What I wanted was to discover how each of these men—and, along the way, some of the many others who’d suffered from disease— experienced and thought about their addiction. If anything, it was an expression of my faith in literature, and its power to map the more difficult regions of human experience and knowledge.
To help in the effort of mapping, Laing enlists models and information from a host of disciplines—medicine, psychology, addiction studies, sociology, and so on. But these are offered as hypotheses, useful conjectures, rather than axiomatic diagnoses. That’s for the best. The impulse to psychoanalyze great artists is probably perennial, and here at least usually quite compelling , but it’s no substitute for encountering and contemplating their work. Laing would appear to agree. While biographical material abounds, it’s nicely interpellated with smart, well-rendered literary criticism. Indeed, Laing’s prose is artful but obtrusive and a reminder that critical writing at its best is as compelling as its subject.
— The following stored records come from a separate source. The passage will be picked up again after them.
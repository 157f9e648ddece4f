import { describe, expect, test } from 'vitest';
import { resolveSpectrum, am15g } from '../../src/light/sources.js';
import { evaluateStack } from '../../src/stack/evaluate.js';
import { idealStack, independentWiring, seriesWiring } from '../../src/stack/model.js';
import { runCli } from '../helpers/cli.js';

describe('physics at the edges stays finite and bounded', () => {
  const suns: (number | 'max')[] = [1, 1000, 'max'];
  test.each(suns)('6 subcells, ERE down to 1e-8, 200–400 K, gaps 0.3–4 eV, %s suns', (x) => {
    const s = resolveSpectrum('am1.5g', { suns: x });
    for (const tempK of [200, 300, 400]) {
      for (const ere of [1, 1e-4, 1e-8]) {
        for (const gaps of [[4, 3.2, 2.4, 1.6, 0.9, 0.3], [2.2, 1.8, 1.45, 1.15, 0.9, 0.65], [0.36, 0.35, 0.34, 0.33, 0.32, 0.3]]) {
          for (const wiring of [seriesWiring(6), independentWiring(6)]) {
            const r = evaluateStack(idealStack(gaps, wiring, { tempK, subcells: gaps.map((g) => ({ gapEv: g, ere, absorptance: { kind: 'step', value: 1 } })) }), s);
            expect(Number.isFinite(r.efficiency)).toBe(true);
            expect(r.efficiency).toBeGreaterThanOrEqual(0);
            expect(r.efficiency).toBeLessThan(1);
            for (const c of r.subcells) for (const v of [c.jphAm2, c.vocV, c.jOpAm2, c.vOpV, c.powerWm2]) expect(Number.isFinite(v)).toBe(true);
          }
        }
      }
    }
  });
});

describe('determinism', () => {
  test('the same inputs give the same numbers, to the bit', () => {
    const a = evaluateStack(idealStack([1.9, 1.37, 0.93], seriesWiring(3)), am15g());
    const b = evaluateStack(idealStack([1.9, 1.37, 0.93], seriesWiring(3)), am15g());
    expect(b).toEqual(a);
  });
  test('optimize gives the same answer on one thread and on several', () => {
    const strip = (t: string) => {
      const j = JSON.parse(t);
      delete j.search; // work counts differ between one thread and several; the answer must not
      return j;
    };
    const one = runCli(['optimize', '--cells', '3', '--json']);
    const two = runCli(['optimize', '--cells', '3', '--json', '--threads', '1']);
    expect(one.code).toBe(0);
    expect(strip(two.stdout)).toEqual(strip(one.stdout));
  });
});

describe('worker threads', () => {
  test('the enumeration shared over two worker threads gives the same answer as one thread', async () => {
    // Workers load compiled JavaScript, so this test drives the build in dist/ (npm test builds it first).
    const dist = '../../dist/';
    const { searchGaps, searchGapsParallel, bandEdgeEnergiesEv } = await import(`${dist}search/optimize.js`);
    const { StepObjective } = await import(`${dist}stack/step-objective.js`);
    const { am15g: load } = await import(`${dist}light/sources.js`);
    const s = load();
    const obj = new StepObjective({ cells: 3, wiring: 'series', ere: [1, 1, 1], topAbsorptance: 1, spectra: [{ spectrum: s, weight: 1, tempK: 300 }] });
    const problem = { cells: 3, spanEv: [0.5, 2.6], ranges: [], fixed: [], loss: 0.01 };
    const edges = bandEdgeEnergiesEv(s, 0.5, 2.6);
    const one = searchGaps(obj, problem, edges);
    const two = await searchGapsParallel(obj, problem, edges, 2, 'force');
    expect(two.best).toEqual(one.best);
    expect(two.basins).toEqual(one.basins);
    expect(two.tolerance).toEqual(one.tolerance);
  });
});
In addition to lover of the literature, Laing traces the origin of her interest in the subject to the baleful role of alcoholism in her own life. Her mother’s partner, initially an agreeable woman, would become violently angry and deranged under the influence of drink. The volume as a whole wears its autobiographical content lightly, perhaps a bit too lightly. Certainly Laing is to be respected for not miring the work in memoir, but it feels a bit digressive. In any case, Laing’s skillful negotiation of the booze-soaked literary landscape reflects, as well, pursuit of a geographic itinerary.
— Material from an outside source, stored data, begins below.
/** The ensemble's light in a few rows: irradiance distribution, APE, temperatures, each beside AM1.5G. */
export function lightSummaryRows(design: Design, c: EnsembleComparison): string[][] {
  const s = c.summary;
  const r = c.referenceSpectrum;
  const hours = s.weightUnit === 'hours';
  const apes = s.ape.perMember.flatMap((p) => (p.apeEv !== null && Number.isFinite(p.apeEv) ? [p.apeEv] : []));
  const rows: string[][] = [
    ['spectra', `${s.count}, total weight ${fx(s.totalWeight, hours ? 1 : 3)}${hours ? ' h' : ' (relative energy shares)'}`, '1'],
    ['irradiance, smallest [W/m²]', fx(s.irradianceWm2.min, 1), fx(r.pinWm2, 1)],
    ['irradiance, weighted median [W/m²]', fx(s.irradianceWm2.median, 1), fx(r.pinWm2, 1)],
    ['irradiance, weighted mean [W/m²]', fx(s.weightedMeanIrradianceWm2, 1), fx(r.pinWm2, 1)],
    ['irradiance, largest [W/m²]', fx(s.irradianceWm2.max, 1), fx(r.pinWm2, 1)],
  ];
  if (hours) rows.push(['energy received, Σ w·P_in [kWh/m²]', fx((s.weightedMeanIrradianceWm2 * s.totalWeight) / 1000, 1), '–']);
  rows.push([
    `average photon energy, ${s.ape.windowNm[0]}–${s.ape.windowNm[1]} nm [eV]`,
    s.ape.weightedMeanEv === null ? 'not available' : `${fx(s.ape.weightedMeanEv, 4)} weighted mean${apes.length > 0 ? ` (members ${fx(Math.min(...apes), 3)}–${fx(Math.max(...apes), 3)})` : ''}`,
    fx(c.referenceApeEv, 4),
  ]);
  rows.push(['cell temperature [K]', s.tempK.min === s.tempK.max ? fx(s.tempK.min, 1) : `${fx(s.tempK.min, 1)}–${fx(s.tempK.max, 1)}`, fx(design.tempK, 1)]);
  return rows;
}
She writes, “Over the next few weeks, I planned to take what is known in AA circles as a geographical, a footloose journey across the country, first south, through New York, New Orleans and Key West, and then north-west, via St. Paul, the site of John Berryman’s ill-fated recovery, and on to the rivers and creeks of Port Angeles, where Raymond Carver spent his last, exultant years.” In addition to helping to organize a potentially unruly amount of material, the format allows Laing to include a subtle travelogue into an already layered book—to good effect. The sometimes wry accounts of the tacky literary tourist industries that surround, or partially constitute, the legacies of great writers help to relieve the sometimes mordantly oppressive subject matter.
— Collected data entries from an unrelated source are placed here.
/** Property-based fuzzing of the spectrum parser: it accepts or rejects cleanly, never crashes or hangs. */
import fc from 'fast-check';
import { describe, expect, test } from 'vitest';
import { UserError } from '../../src/errors.js';
import { spectrumFromText } from '../../src/light/table-file.js';
import { totalPhotonFlux } from '../../src/light/spectrum.js';

const outcome = (text: string) => {
  const t0 = performance.now();
  try {
    const s = spectrumFromText('fuzz.csv', text);
    return { ok: true as const, s, ms: performance.now() - t0 };
  } catch (err) {
    if (!(err instanceof UserError)) throw err;
    expect(err.message.startsWith('fuzz.csv')).toBe(true);
    expect(err.message.includes('\n')).toBe(false);
    return { ok: false as const, ms: performance.now() - t0 };
  }
};

describe('spectrum parser fuzzing (fast-check, bounded runs)', () => {
  test('arbitrary text is accepted or refused with a one-line UserError naming the file', () => {
    fc.assert(
      fc.property(fc.string({ maxLength: 400 }), (text) => {
        const r = outcome(text);
        // A hang guard, not a speed target: a parse that loops would never return.
        expect(r.ms).toBeLessThan(20_000);
      }),
      { numRuns: 400, seed: 20261202 },
    );
  });

  test('table-shaped text with random cells: every accepted table is finite, positive and ascending', () => {
    const cell = fc.oneof(
      fc.double({ min: -10, max: 5000, noNaN: false }).map(String),
      fc.constantFrom('', 'NaN', 'inf', '-0', '1e400', 'x', '3,5', '"7"', '١٢'),
    );
    const row = fc.tuple(cell, cell).map(([a, b]) => `${a},${b}`);
    const table = fc.tuple(fc.constantFrom('wavelength_nm,irradiance_W_m2_nm', 'energy_eV,photons/m2/s/eV', 'x,y', ''), fc.array(row, { maxLength: 30 }));
    fc.assert(
      fc.property(table, ([head, rows]) => {
        const r = outcome([head, ...rows].join('\n'));
        if (r.ok) {
          const w = r.s.wavelengthNm;
          for (let i = 1; i < w.length; i++) expect(w[i]).toBeGreaterThan(w[i - 1]);
          expect(Number.isFinite(r.s.pinWm2)).toBe(true);
          expect(r.s.pinWm2).toBeGreaterThanOrEqual(0);
          expect(Number.isFinite(totalPhotonFlux(r.s))).toBe(true);
        }
      }),
      { numRuns: 400, seed: 7 },
    );
  });

  test('valid random tables are always accepted', () => {
    const table = fc
      .array(fc.tuple(fc.double({ min: 0.01, max: 50, noNaN: true }), fc.double({ min: 0, max: 3, noNaN: true })), { minLength: 5, maxLength: 60 })
      .map((steps) => {
        let x = 250;
        return steps.map(([dx, y]) => `${(x += dx).toPrecision(12)},${y}`);
      });
    fc.assert(
      fc.property(table, (rows) => {
        const r = outcome(['wavelength_nm,irradiance_W_m2_nm', ...rows].join('\n'));
        expect(r.ok).toBe(true);
      }),
      { numRuns: 200, seed: 11 },
    );
  });
});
Of course, the geographical progression is aided by the relationships among the writers, which constitute a weft of conjoined interest in writing and drinking: Fitzgerald and Hemingway, for example, had a famously difficult friendship (along with rivalry); Carver and Cheever were drinking buddies for a year while both were teaching at the University of Iowa, where by their own admission they spent the better part of their time in a state of deep drunkenness. The sense here is less of two literary giants engaging in a communion of minds and more of two men whose alcoholism is so profound that it precludes any significant social interaction that is not predicated on getting smashed. Which again makes one wonder how these writers—whose work is so often artfully attuned to the complexities of relationships and the vagaries of existence—could be so exhaustingly banal in their own addictions. But that, of course, is part of the conundrum that prompts Laing’s inquiry.
Will The Trip to Echo Spring have the last word on the peculiar relationship between alcoholism and writers? Certainly not—the subject is too broad and too deep to be exhausted by one volume. Nor does Laing pretend to any such notion. What she offers instead is a moving, beautifully rendered, and astute rumination on an agonizing mystery of human creativity.